I would need some help with a regular expression extraction (RegEx Split node).
I have tried for days to figure it out but could not find the solution. Neither the KNIME examples, nor the (Java API) indications did help me.
I have a string (text) column from which I want to extract a number. The column it is not omogenous (structure), neither the number (by figures number).
RTRT CVFD Expert SRLYO45656653**CityBUBU
Nuai Cuyt Viter S.R.L.YO46756885CountryBGBG
Vujyyu France SRL45692787Street Huissa
Street UPHILL Bakery SRL85434556Hel British
I need to extract the bold string (figures) by indicating in the RegEx that the figures come either after SRL, S.R.L., YO syntaxes.
It may be necessary for a multistep approach, but still, I need an idea how to start the process.
It’s difficult to handle all of the variations and possible typos in RegEx alone if you are dealing with unstructured (a.k.a., “free-form”) text blobs.
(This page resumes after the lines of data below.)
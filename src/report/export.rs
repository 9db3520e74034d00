//! Tidy export tables for data tools: one row per topic and word, per
//! document and topic, or per topic, each with ids, names and credible
//! intervals, in CSV (RFC 4180: a header row, fields quoted when they hold a
//! comma, a quote or a line break, quotes doubled, CRLF line ends; UTF-8
//! without a byte-order mark) or JSON Lines (one object per line, the same
//! fields, `null` for a missing value).
//!
//! Rows come in a stable order (topics by index, words by weight, documents
//! in corpus order). Numbers that are measurements are always written as
//! floating point (`0.0`, `1e-7`), counts and indices as integers, flags as
//! `true`/`false`, so pandas, R and polars infer the same column types with
//! their defaults. A `label` and a `date` column appear in the
//! document-topics table only when some document has one (a column with no
//! value at all would load as a float column of missing values).
//!
//! Known limit: a word or label that spells a missing-value marker of a
//! reader's defaults (pandas reads `null`, `NA`, `nan` and a few more as
//! missing, R reads `NA`) loads as missing; pass `keep_default_na=False`
//! (pandas) or `na.strings = character()` (R) where that matters.

use std::io::{self, Write};

use rayon::prelude::*;
use serde::Serialize;

use crate::evaluate::compare::top_topic;
use crate::evaluate::uncertainty::UncertaintyError;
use crate::model::Model;
use crate::publish::names::TopicNames;
use crate::report::WordLimit;

/// Which table to export.
#[derive(Clone, Copy, Debug, PartialEq, Eq, clap::ValueEnum)]
pub enum ExportTable {
    /// One row per topic and word: the topic's heaviest words with weights and intervals.
    TopicWords,
    /// One row per document and topic: every topic share of every document with its interval.
    DocumentTopics,
    /// One row per topic: id, name, share of all words, alpha, leading documents, top words.
    Topics,
}

/// The file format of an export.
#[derive(Clone, Copy, Debug, PartialEq, Eq, clap::ValueEnum)]
pub enum ExportFormat {
    /// Comma-separated values (RFC 4180) with a header row.
    Csv,
    /// JSON Lines: one JSON object per row.
    Jsonl,
}

/// Why an export failed.
#[derive(Debug, thiserror::Error)]
pub enum ExportError {
    /// Writing failed (a closed pipe included).
    #[error(transparent)]
    Io(#[from] io::Error),
    /// A credible interval failed (a damaged model).
    #[error("credible interval: {0}")]
    Interval(#[from] UncertaintyError),
    /// A row could not be encoded.
    #[error("encoding a row: {0}")]
    Encode(String),
}

impl From<csv::Error> for ExportError {
    fn from(error: csv::Error) -> ExportError {
        if error.is_io_error() {
            match error.into_kind() {
                csv::ErrorKind::Io(io) => ExportError::Io(io),
                other => ExportError::Encode(format!("{other:?}")),
            }
        } else {
            ExportError::Encode(error.to_string())
        }
    }
}

/// What an export needs besides the model.
#[derive(Clone, Copy, Debug)]
pub struct ExportSettings<'a> {
    /// Editors' topic names, by id (run roots only).
    pub names: Option<&'a TopicNames>,
    /// Words per topic in the topic-words table.
    pub words: WordLimit,
    /// Probability of the credible intervals.
    pub level: f64,
}

/// One row of the topic-words table.
#[derive(Clone, Debug, PartialEq, Serialize)]
pub struct TopicWordRow {
    /// Index of the topic in the model (0-based).
    pub topic: usize,
    /// The topic's id (kept from run to run under a run root).
    pub topic_id: u32,
    /// The editors' name, else the topic's three heaviest words.
    pub topic_name: String,
    /// Whether `topic_name` was given by the editors.
    pub named: bool,
    /// 1 for the heaviest word.
    pub rank: usize,
    /// The word as people write it (a stem's most frequent surface form).
    pub word: String,
    /// The model's vocabulary entry (the stem, when words were stemmed).
    pub vocabulary_word: String,
    /// Posterior mean of the word's weight in the topic.
    pub weight: f64,
    pub low: f64,
    pub high: f64,
}

/// One row of the document-topics table.
#[derive(Clone, Debug, PartialEq, Serialize)]
pub struct DocumentTopicRow {
    /// The document's id.
    pub document: String,
    /// Its position in the corpus (0-based).
    pub document_index: usize,
    #[serde(skip_serializing_if = "Skip::is_skipped")]
    pub label: Skip<String>,
    #[serde(skip_serializing_if = "Skip::is_skipped")]
    pub date: Skip<String>,
    pub topic: usize,
    pub topic_id: u32,
    pub topic_name: String,
    /// Posterior mean share of the topic in the document.
    pub share: f64,
    pub low: f64,
    pub high: f64,
}

/// One row of the topics table.
#[derive(Clone, Debug, PartialEq, Serialize)]
pub struct TopicRow {
    pub topic: usize,
    pub topic_id: u32,
    pub topic_name: String,
    pub named: bool,
    /// Share of all tokens.
    pub share: f64,
    /// The topic's alpha (its prior weight in every document).
    pub alpha: f64,
    /// Documents whose largest share is this topic.
    pub leading_documents: usize,
    /// The heaviest words, separated by spaces.
    pub top_words: String,
}

/// A column present in every row or in none: `Absent` leaves it out of the
/// table, `Value(None)` is an empty field (CSV) or `null` (JSON Lines).
#[derive(Clone, Debug, PartialEq)]
pub enum Skip<T> {
    Absent,
    Value(Option<T>),
}

impl<T> Skip<T> {
    fn is_skipped(&self) -> bool {
        matches!(self, Skip::Absent)
    }
}

impl<T: Serialize> Serialize for Skip<T> {
    fn serialize<S: serde::Serializer>(&self, serializer: S) -> Result<S::Ok, S::Error> {
        match self {
            Skip::Absent => serializer.serialize_none(),
            Skip::Value(value) => value.serialize(serializer),
        }
    }
}

/// Writes rows in one format.
enum RowWriter<'w> {
    Csv(Box<csv::Writer<&'w mut dyn Write>>),
    Jsonl(&'w mut dyn Write),
}

impl<'w> RowWriter<'w> {
    fn new(out: &'w mut dyn Write, format: ExportFormat) -> RowWriter<'w> {
        match format {
            ExportFormat::Csv => RowWriter::Csv(Box::new(
                csv::WriterBuilder::new()
                    .terminator(csv::Terminator::CRLF)
                    .quote_style(csv::QuoteStyle::Necessary)
                    .from_writer(out),
            )),
            ExportFormat::Jsonl => RowWriter::Jsonl(out),
        }
    }

    fn row<R: Serialize>(&mut self, row: &R) -> Result<(), ExportError> {
        match self {
            RowWriter::Csv(writer) => writer.serialize(row)?,
            RowWriter::Jsonl(out) => {
                serde_json::to_writer(&mut **out, row).map_err(|err| match err.io_error_kind() {
                    Some(kind) => ExportError::Io(io::Error::new(kind, err.to_string())),
                    None => ExportError::Encode(err.to_string()),
                })?;
                out.write_all(b"\n")?;
            }
        }
        Ok(())
    }

    fn finish(self) -> Result<(), ExportError> {
        match self {
            RowWriter::Csv(mut writer) => writer.flush()?,
            RowWriter::Jsonl(out) => out.flush()?,
        }
        Ok(())
    }
}

/// The heaviest words of a row, heaviest first (ties: lower id); all words
/// the topic counted for [`WordLimit::All`].
fn ranked_words(model: &Model, topic: usize, row: &[f64], limit: WordLimit) -> Vec<u32> {
    let mut words: Vec<u32> = match limit {
        WordLimit::All => (0..row.len() as u32)
            .filter(|&word| model.topic_has_word(topic, word as usize))
            .collect(),
        WordLimit::Top(_) => (0..row.len() as u32).collect(),
    };
    let by_weight = |a: &u32, b: &u32| row[*b as usize].total_cmp(&row[*a as usize]).then(a.cmp(b));
    if let WordLimit::Top(n) = limit
        && n > 0
        && words.len() > n
    {
        words.select_nth_unstable_by(n - 1, by_weight);
        words.truncate(n);
    }
    words.sort_by(by_weight);
    words
}

/// The names of every topic: `(name, given by the editors)`.
fn topic_names(model: &Model, names: Option<&TopicNames>, rows: &[Vec<f64>]) -> Vec<(String, bool)> {
    (0..model.n_topics())
        .map(|topic| {
            let id = model.topic_ids.get(topic).copied().unwrap_or(topic as u32);
            match names.and_then(|names| names.get(id)) {
                Some(name) => (name.to_string(), true),
                None => {
                    let top = ranked_words(model, topic, &rows[topic], WordLimit::Top(3));
                    let words: Vec<&str> = top.iter().map(|&w| model.corpus.vocabulary.display(w)).collect();
                    (words.join(" · "), false)
                }
            }
        })
        .collect()
}

/// Documents whose topic rows are computed together (in parallel) before
/// they are written in order.
const DOCUMENT_BATCH: usize = 512;

/// Writes one export table of `model` to `out`.
pub fn write_table(
    out: &mut dyn Write,
    model: &Model,
    table: ExportTable,
    format: ExportFormat,
    settings: &ExportSettings<'_>,
) -> Result<(), ExportError> {
    let n_topics = model.n_topics();
    let rows: Vec<Vec<f64>> = (0..n_topics)
        .into_par_iter()
        .map(|topic| model.topic_word_row(topic))
        .collect();
    let names = topic_names(model, settings.names, &rows);
    let id_of = |topic: usize| model.topic_ids.get(topic).copied().unwrap_or(topic as u32);
    let vocabulary = &model.corpus.vocabulary;
    let mut writer = RowWriter::new(out, format);
    match table {
        ExportTable::TopicWords => {
            for (topic, row) in rows.iter().enumerate() {
                let words = ranked_words(model, topic, row, settings.words);
                let topic_rows: Vec<TopicWordRow> = words
                    .par_iter()
                    .enumerate()
                    .map(|(rank, &word)| {
                        let interval = model.topic_word_interval(topic, word as usize, settings.level)?;
                        Ok(TopicWordRow {
                            topic,
                            topic_id: id_of(topic),
                            topic_name: names[topic].0.clone(),
                            named: names[topic].1,
                            rank: rank + 1,
                            word: vocabulary.display(word).to_string(),
                            vocabulary_word: vocabulary.word(word).to_string(),
                            weight: row[word as usize],
                            low: interval.low,
                            high: interval.high,
                        })
                    })
                    .collect::<Result<_, ExportError>>()?;
                for row in &topic_rows {
                    writer.row(row)?;
                }
            }
        }
        ExportTable::DocumentTopics => {
            let documents = &model.corpus.documents;
            let has_labels = documents.iter().any(|info| info.label.is_some());
            let has_dates = documents.iter().any(|info| info.date.is_some());
            for batch in (0..documents.len()).collect::<Vec<_>>().chunks(DOCUMENT_BATCH) {
                let batch_rows: Vec<Vec<DocumentTopicRow>> = batch
                    .par_iter()
                    .map(|&doc| {
                        let info = &documents[doc];
                        let shares = model.doc_topic_shares(doc);
                        let intervals = model.doc_topic_intervals(doc, settings.level)?;
                        Ok((0..n_topics)
                            .map(|topic| DocumentTopicRow {
                                document: info.id.clone(),
                                document_index: doc,
                                label: if has_labels {
                                    Skip::Value(info.label.clone())
                                } else {
                                    Skip::Absent
                                },
                                date: if has_dates {
                                    Skip::Value(info.date.clone())
                                } else {
                                    Skip::Absent
                                },
                                topic,
                                topic_id: id_of(topic),
                                topic_name: names[topic].0.clone(),
                                share: shares[topic],
                                low: intervals[topic].low,
                                high: intervals[topic].high,
                            })
                            .collect())
                    })
                    .collect::<Result<_, ExportError>>()?;
                for row in batch_rows.iter().flatten() {
                    writer.row(row)?;
                }
            }
        }
        ExportTable::Topics => {
            let shares = model.topic_token_shares();
            let leading: Vec<usize> = (0..model.corpus.n_docs())
                .into_par_iter()
                .map(|doc| top_topic(&model.doc_topic_shares(doc)))
                .collect();
            let mut leading_documents = vec![0usize; n_topics];
            for topic in leading {
                leading_documents[topic] += 1;
            }
            let top_words = match settings.words {
                WordLimit::Top(n) => WordLimit::Top(n),
                WordLimit::All => WordLimit::Top(crate::settings::DEFAULT_TOP_WORDS),
            };
            for (topic, row) in rows.iter().enumerate() {
                let words: Vec<&str> = ranked_words(model, topic, row, top_words)
                    .into_iter()
                    .map(|word| vocabulary.display(word))
                    .collect();
                writer.row(&TopicRow {
                    topic,
                    topic_id: id_of(topic),
                    topic_name: names[topic].0.clone(),
                    named: names[topic].1,
                    share: shares[topic],
                    alpha: model.priors.alpha[topic],
                    leading_documents: leading_documents[topic],
                    top_words: words.join(" "),
                })?;
            }
        }
    }
    writer.finish()
}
You might want to preprocess the text before extraction. Preprocessing steps that apply here include (but are not limited to):
Normalizing all letters to lowercase
Removing all special characters
Normalizing N spaces (two or more spaces in a row) to single spaces (" ").
By applying simple transformations such as the ones above to your data, you can drastically reduce the amount of possible scenarios you must handle with your RegEx. There are a couple related components in my public space on KNIME Hub for text processing if you’d like to check them out.